Skeletocutis africana

Scientific classification
- Domain: Eukaryota
- Kingdom: Fungi
- Division: Basidiomycota
- Class: Agaricomycetes
- Order: Polyporales
- Family: Incrustoporiaceae
- Genus: Skeletocutis
- Species: S. africana
- Binomial name: Skeletocutis africana Ryvarden & P.Roberts (2006)

= Skeletocutis africana =

- Authority: Ryvarden & P.Roberts (2006)

Species of fungus

Skeletocutis africana is a species of poroid crust fungus in the family Polyporaceae. Described as new to science in 2006 by mycologists Leif Ryvarden and Peter Roberts, the fungus is found in Cameroon, where it grows on logs in tropical lowland rainforest environments.
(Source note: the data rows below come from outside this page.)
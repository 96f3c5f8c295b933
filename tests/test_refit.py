"""Bounded, honest fits: physical ranges for re-fits and Fisher priors; bad options.

Ranges (snrkit.stats.refit): temperature factor 0.5-2 (common practice, no source), cloud
top between the model's top pressure and its floor, reference radius 1 +/- 3 sigma_R/R
with a Gaussian prior of width sigma_R/R.  Fisher errors use uniform priors over the
same ranges (variance span^2 / 12; Fisher information adds, Tegmark, Taylor & Heavens
1997, ApJ 480, 22) and "unconstrained" where +/- 1 sigma of the data alone spans the
whole range.
"""

import numpy as np
import pytest

from snrkit.cli.entry import main
from snrkit.io.systemfile import load_system
from snrkit.stats.refit import (fisher_errors_with_priors, parameter_ranges, TEMPERATURE_FACTOR_RANGE,
                          UNCONSTRAINED)
from snrkit.atmosphere.scenarios import load_scenario
from snrkit.io.tables import data_path
from snrkit.engine.transits import transits_for_system

PRISM = "cold6m-prism-lowres"
CEDAR = str(data_path("demo", "cedar.toml"))


@pytest.fixture(scope="module")
def cedar_b():
    return load_system(CEDAR).select("Cedar b")


def test_refit_stays_inside_physical_bounds(cedar_b):
    base = transits_for_system(cedar_b, PRISM, species="CO2")["planets"][0]
    rec = transits_for_system(cedar_b, PRISM, species="CO2",
                              refit=("temperature", "cloud_top_pressure", "reference_radius"))["planets"][0]
    fit = rec["refit"]
    lo, hi = TEMPERATURE_FACTOR_RANGE
    assert lo - 1e-9 <= fit["temperature_factor"] <= hi + 1e-9
    sc = load_scenario("co2-thick")
    _, plo, phi = parameter_ranges(sc, 0.04)["cloud_top_pressure"]
    assert 10 ** plo * (1 - 1e-9) <= fit["cloud_top_pressure_bar"] <= 10 ** phi * (1 + 1e-9)
    frac = 0.05 / 1.20                          # radius_uncertainty / radius of Cedar b
    assert abs(fit["reference_radius_factor"] - 1) <= 3 * frac + 1e-9
    assert isinstance(fit["at_bound"], list)
    # more freedom in the null can only lower the statistic
    assert rec["delta_chi2_per_transit"] <= base["delta_chi2_per_transit"] * (1 + 1e-6)


def test_parameter_at_a_bound_is_reported(cedar_b):
    # The rejected scenario has a deck at 1 mbar (the fit starts inside the range); the
    # true spectrum is clear down to the surface, so the best deck sinks to the model's
    # floor (the 10 bar surface) and the output says the parameter sits on its bound.
    cloudy = {"scenario": "co2-thick", "name": "co2-thick-deck", "cloud_top_pressure": 1e-3}
    rec = transits_for_system(cedar_b, PRISM, "co2-thick", against=cloudy,
                              refit=("cloud_top_pressure",))["planets"][0]
    assert any(b.startswith("cloud_top_pressure (upper)") for b in rec["refit"]["at_bound"])
    assert rec["refit"]["cloud_top_pressure_bar"] == pytest.approx(10.0, rel=1e-2)


def test_fisher_priors_and_unconstrained():
    # No information: the error is the prior's own, span / sqrt(12), and unconstrained.
    err, free = fisher_errors_with_priors(np.zeros((2, 2)), [0.0, -12.0], [1.0, 0.0])
    np.testing.assert_allclose(err, [1 / np.sqrt(12), 12 / np.sqrt(12)], rtol=1e-12)
    assert free.all()
    # Much information: the data dominate, the error is 1/sqrt(F).
    err, free = fisher_errors_with_priors(np.diag([1e6, 4e6]), [0.0, -12.0], [1.0, 0.0])
    np.testing.assert_allclose(err, [1e-3, 5e-4], rtol=1e-5)
    assert not free.any()


def test_fisher_through_the_chain_reports_unconstrained():
    cedar_c = load_system(CEDAR).select("Cedar c")
    # a gas without usable bands in the mode (O2 in the 2.4-5 um grism at R = 100;
    # its bands are at 0.63-1.27 um) is unconstrained.  The prism, used here
    # before, reaches the O2 A band at 0.76 um, and with the SP-3080 / RADCAL
    # band tables (N = 8 transits) O2 is narrowed through the mean molecular
    # weight (it replaces N2 fill), so the prism is no longer a case without
    # information on O2.
    rec = transits_for_system(cedar_c, "cold6m-grism-2.4-5um", fisher=True)["planets"][0]
    errs = rec["fisher_errors"]
    # some parameter spans its whole prior: with the cold-trapped temperate preset (solved by
    # the layered solver) the temperature factor is degenerate with the reference radius and
    # cloud top, and O2 (only its 0.76 um A band in the prism) is barely constrained
    assert UNCONSTRAINED in errs.values()
    assert errs["log10_O2"] == UNCONSTRAINED or errs["log10_O2"] > 2.0
    # every number is inside its prior's width (the prior caps the error)
    assert isinstance(errs["radius_factor"], float) and errs["radius_factor"] > 0
    for k, v in errs.items():
        if k.startswith("log10_") and v != UNCONSTRAINED:
            assert v <= 12 / np.sqrt(12) + 1e-9


@pytest.mark.parametrize("args, option", [
    (["--sigma", "0"], "sigma"), (["--sigma", "-2"], "sigma"),
    (["--probability", "1.5"], "probability"), (["--probability", "0"], "probability"),
    (["--species", "CO2", "--refit", "albedo"], "refit"),
    (["--refit", "temperature"], "refit"),
    (["--resolution", "0.5"], "--resolution"), (["--resolution", "coarse"], "--resolution"),
])
def test_bad_options_exit_2_with_one_line(capsys, args, option):
    rc = main(["transits", CEDAR, "--planet", "Cedar b", "--mode", PRISM,
               "--uncertainty-draws", "0", *args])
    err = capsys.readouterr().err.strip()
    assert rc == 2
    assert len(err.splitlines()) == 1 and option in err and "allowed" in err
The type collection was made in Korup National Park, in South West Province.

==Description==
The fruit bodies of the fungus are crust-like, ranging in colour from cream to pale orange-buff. Pores on the surface are small, numbering 4–6 per millimetre, and angular to slot-like. The basidia (spore-bearing cells) are club-shaped, measuring 10–12 by 4–4.5 μm. Spores are hyaline, thin-walled, cylindrical to allantoid (sausage-shaped), and measure 2.8–3 by 0.8–1 μm. Skeletocutis africana has a dimitic hyphal system, containing both generative hyphae (measuring 2–3 μm wide) and skeletal hyphae (measuring 3–6 μm wide). The end hyphae of the dissepiments (pore edges) are encrusted in spiny microscopic crystals.